To do. Set down a word-for-word copy of the data below, limited to the lines from the first through the line with "if (eq == std::string::npos".
<<<<
#include "sim/scenario/scenario_edit.hpp"

#include <fmt/format.h>

#include <functional>
#include <sstream>

namespace larder {

std::optional<Setting> parse_setting(const std::string& text) {
  const size_t eq = text.find('=');
  if (eq == std::string::npos || eq == 0) return std::nullopt;
  Setting s;
  s.path = text.substr(0, eq);
  // Values split at commas outside brackets, so `[mon, tue]` stays one value.
  std::string current;
  int depth = 0;
  for (char c : text.substr(eq + 1)) {
    if (c == '[' || c == '{') ++depth;
    if (c == ']' || c == '}') --depth;
    if (c == ',' && depth == 0) {
      s.values.push_back(current);
      current.clear();
    } else {
      current += c;
    }
  }
  s.values.push_back(current);
  for (const auto& v : s.values) {
    if (v.empty()) return std::nullopt;
  }
  return s;
}

namespace {

std::vector<std::string> split_path(const std::string& path) {
  std::vector<std::string> out;
  std::stringstream in(path);
  for (std::string step; std::getline(in, step, '.');) out.push_back(step);
  return out;
}

/// Calls `visit` on every node the path reaches; the last step may create a missing key.
std::string walk(YAML::Node node, const std::vector<std::string>& steps, size_t k,
                 const std::string& where, const std::function<std::string(YAML::Node)>& visit) {
  if (k == steps.size()) return visit(node);
  const std::string& step = steps[k];
  const std::string here = where.empty() ? step : where + "." + step;
  if (node.IsSequence()) {
    bool found = false;
    for (size_t i = 0; i < node.size(); ++i) {
      YAML::Node e = node[i];
      bool match = step == "*" || step == std::to_string(i);
      for (const char* key : {"name", "id"}) {
        if (!match && e.IsMap() && e[key] && e[key].IsScalar()) {
          match = e[key].Scalar() == step;
        }
      }
      if (!match) continue;
      found = true;
      const std::string error = walk(e, steps, k + 1, here, visit);
      if (!error.empty()) return error;
    }
    return found ? std::string{}
                 : fmt::format("{} has no element named '{}'", where.empty() ? "the file" : where,
                               step);
  }
  if (node.IsMap() || (!node.IsDefined() || node.IsNull())) {
    if (step == "*")
      return fmt::format("{}: '*' picks list elements, and this is not a list", where);
    if (!node[step] && k + 1 < steps.size()) {
      return fmt::format("{} has no key '{}'", where.empty() ? "the file" : where, step);
    }
    return walk(node[step], steps, k + 1, here, visit);
  }
  return fmt::format("{} is a single value; it has no '{}'", where, step);
}

std::string walk_path(YAML::Node root, const std::string& path,
                      const std::function<std::string(YAML::Node)>& visit) {
  const auto steps = split_path(path);
  for (const auto& s : steps) {
    if (s.empty()) return fmt::format("'{}' has an empty step", path);
  }
  return walk(root, steps, 0, "", visit);
}

}  // namespace

std::string set_path(YAML::Node root, const std::string& path, const std::string& value) {
  YAML::Node parsed;
  try {
    parsed = YAML::Load(value);
  } catch (const YAML::Exception& e) {
    return fmt::format("'{}' is not a YAML value ({})", value, e.msg);
  }
  return walk_path(root, path, [&](YAML::Node n) {
    n = YAML::Clone(parsed);
    return std::string{};
  });
}

std::vector<double> numbers_at(const YAML::Node& root, const std::string& path,
                               std::string& error) {
  std::vector<double> out;
  error = walk_path(YAML::Clone(root), path, [&](YAML::Node n) {
    double v = 0.0;
    if (!n.IsScalar() || !YAML::convert<double>::decode(n, v)) {
      return fmt::format("{} is not a number here", path);
    }
    out.push_back(v);
    return std::string{};
  });
  return out;
}

std::string scale_path(YAML::Node root, const std::string& path, double factor) {
  return walk_path(root, path, [&](YAML::Node n) {
    double v = 0.0;
    if (!n.IsScalar() || !YAML::convert<double>::decode(n, v)) {
      return fmt::format("{} is not a number here", path);
    }
    n = fmt::format("{}", v * factor);
    return std::string{};
  });
}

}  // namespace larder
>>>>
Task response.
#include "sim/scenario/scenario_edit.hpp"

#include <fmt/format.h>

#include <functional>
#include <sstream>

namespace larder {

std::optional<Setting> parse_setting(const std::string& text) {
  const size_t eq = text.find('=');
  if (eq == std::string::npos || eq == 0) return std::nullopt;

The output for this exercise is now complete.